Hygrothermoelastic analysis of multilayered composite and sandwich shells

Abstract

Refined two-dimensional models are proposed for the static hygrothermoleastic analysis of multilayered composite and sandwich shells. These shell models are developed in the framework of the Carrera's unified formulation (in a general and unified manner) by considering both equivalent single layer and layerwise multilayer description. The principle of virtual displacements contains elastic, thermal and hygroscopic strains. The governing equations allow mechanical, thermal and hygroscopic loads to be applied and they are solved in a closed-form solution.

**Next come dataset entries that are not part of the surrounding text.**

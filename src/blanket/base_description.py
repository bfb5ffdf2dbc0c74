"""Static description a mobile-base env gives an agent: what a robot builder would know.

An agent may read an env's :class:`BaseDescription` (kinematics, limits, camera, noise settings,
rates, the known map of benches and landmarks, the dock pose) and its observations, never the
simulator's state. Every field is fixed for the life of the env.
"""

from __future__ import annotations

from dataclasses import dataclass

import numpy as np

from blanket.success import HOLD_S

__all__ = ["BaseDescription"]


@dataclass(frozen=True)
class BaseDescription:
    """What an agent may know of a mobile-base env.

    Attributes
    ----------
    robot : str
        ``"rover"`` (two wheels and a caster) or ``"husky"`` (four-wheel skid steer).
    wheel_radius_m : float
        Wheel radius.
    track_m : float
        Geometric track (distance between left and right wheel centres).
    effective_track_m : float
        Track that turns wheel speeds into yaw rate, ``factor * track_m`` (the factor is 1 for
        the rover and calibrated by a spin in place for a skid-steer base).
    icr_offset_m : float
        Body-x position of the instantaneous centres of rotation (0 for the rover).
    wheel_speed_limit_rad_s : float
        Bound of both action components.
    half_length_m, half_width_m : float
        Half extents of the base footprint (for planning clearance).
    control_hz : float
        Control (and odometry) rate.
    wheel_speed_noise_rad_s : float
        Odometry noise standard deviation per wheel.
    use_gyro : bool
        Whether ``yaw_rate_rad_s`` is observed; ``yaw_rate_noise_rad_s`` its noise.
    camera_hz, camera_fov_rad, camera_range_m, camera_offset_m : float
        Landmark-camera rate, horizontal field of view, maximum range and lens position ahead
        of the base origin.
    bearing_noise_rad : float
        Bearing noise standard deviation.
    range_noise_m : float or None
        Range noise standard deviation, or None for a bearing-only camera.
    landmarks_m : numpy.ndarray
        Known landmark (row-end post) positions, shape ``(L, 2)``.
    bench_boxes_m : numpy.ndarray
        Known obstacles as axis-aligned boxes ``(x_min, y_min, x_max, y_max)``, shape ``(n, 4)``.
    world_bounds_m : numpy.ndarray
        ``(x_min, y_min, x_max, y_max)`` of the floor.
    dock_pose : numpy.ndarray
        Goal pose ``(x_m, y_m, heading_rad)``.
    episode_s, success_distance_m, success_heading_rad, success_hold_s : float
        Task settings (the hold time is the one success rule's, :data:`blanket.success.HOLD_S`).
    start_pose : numpy.ndarray or None
        Nominal start ``(x_m, y_m, heading_rad)`` where the layout has one (``"dark-aisle"``),
        else None (starts anywhere in the start regions; the agent localises from posts).
    start_pose_sd : numpy.ndarray or None
        Standard deviations ``(x_m, y_m, heading_rad)`` of the true start around ``start_pose``
        (zeros: exactly there); None when there is no nominal start.
    """

    robot: str
    wheel_radius_m: float
    track_m: float
    effective_track_m: float
    icr_offset_m: float
    wheel_speed_limit_rad_s: float
    half_length_m: float
    half_width_m: float
    control_hz: float
    wheel_speed_noise_rad_s: float
    use_gyro: bool
    yaw_rate_noise_rad_s: float
    camera_hz: float
    camera_fov_rad: float
    camera_range_m: float
    camera_offset_m: float
    bearing_noise_rad: float
    range_noise_m: float | None
    landmarks_m: np.ndarray
    bench_boxes_m: np.ndarray
    world_bounds_m: np.ndarray
    dock_pose: np.ndarray
    episode_s: float
    success_distance_m: float = 0.10
    success_heading_rad: float = float(np.deg2rad(10.0))
    success_hold_s: float = HOLD_S
    start_pose: np.ndarray | None = None
    start_pose_sd: np.ndarray | None = None

    @property
    def n_landmarks(self) -> int:
        return int(len(self.landmarks_m))

    @property
    def control_dt(self) -> float:
        return 1.0 / self.control_hz
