"""Standalone generalized filter for linear state-space models with white or smooth noise.

Model (:class:`LinearSystem`)
-----------------------------
Continuous-time drift ``x' = A x + B u + w``, observations every ``dt`` seconds
``y_k = C x(k dt) + z_k``. ``Q`` is the intensity of ``w`` (spectral density at zero frequency,
covariance per second of the integrated noise) and ``R`` the per-sample covariance of ``z_k``.
With smoothness ``s > 0`` both noises are smooth in the convention of :mod:`blanket.gcoords`
(autocorrelation ``exp(-h^2 / (4 s^2))``): ``w`` has variance ``Q / (2 sqrt(pi) s)`` (the same
low-frequency power, so the model is continuous as ``s -> 0``) and ``z`` variance ``R``.

Filter (:func:`run_filter`)
---------------------------
The belief is Gaussian (Laplace) over the generalized state

    Z = (x, w^(0..p-1), z^(0..p-1))

-- the hidden state with the generalized coordinates of motion of both noises up to order
``p - 1``, for embedding order ``p``. The generalized means of the state follow from ``Z``
exactly through the model, ``x^(j+1) = A x^(j) + B u^(j) + w^(j)`` (``u`` is held between
samples, so ``u^(j) = 0`` for ``j >= 1``), which gives ``x~`` up to order ``p``.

Thermal and hygroscopic loads are defined by means of appropriate temperature and moisture content profiles through the thickness of the shell, such profiles can ‘a priori’ be assumed or they can be calculated by solving the Fourier heat conduction equation and the Fick's moisture diffusion law. Such equations are solved in steady-state conditions and in curvilinear coordinates for the shell geometries. The presence of loads due to hygroscopic and thermal effects (in addition to the mechanical load) modifies the bending response of multilayered shells. Comparisons between classical and refined models, and between assumed and calculated temperature and moisture content profiles are proposed in the cases of composite and sandwich shells. The use of refined models combined with calculated temperature and moisture content profiles through the thickness is mandatory for a correct elasto-thermo-hygroscopic analysis of multilayered structures.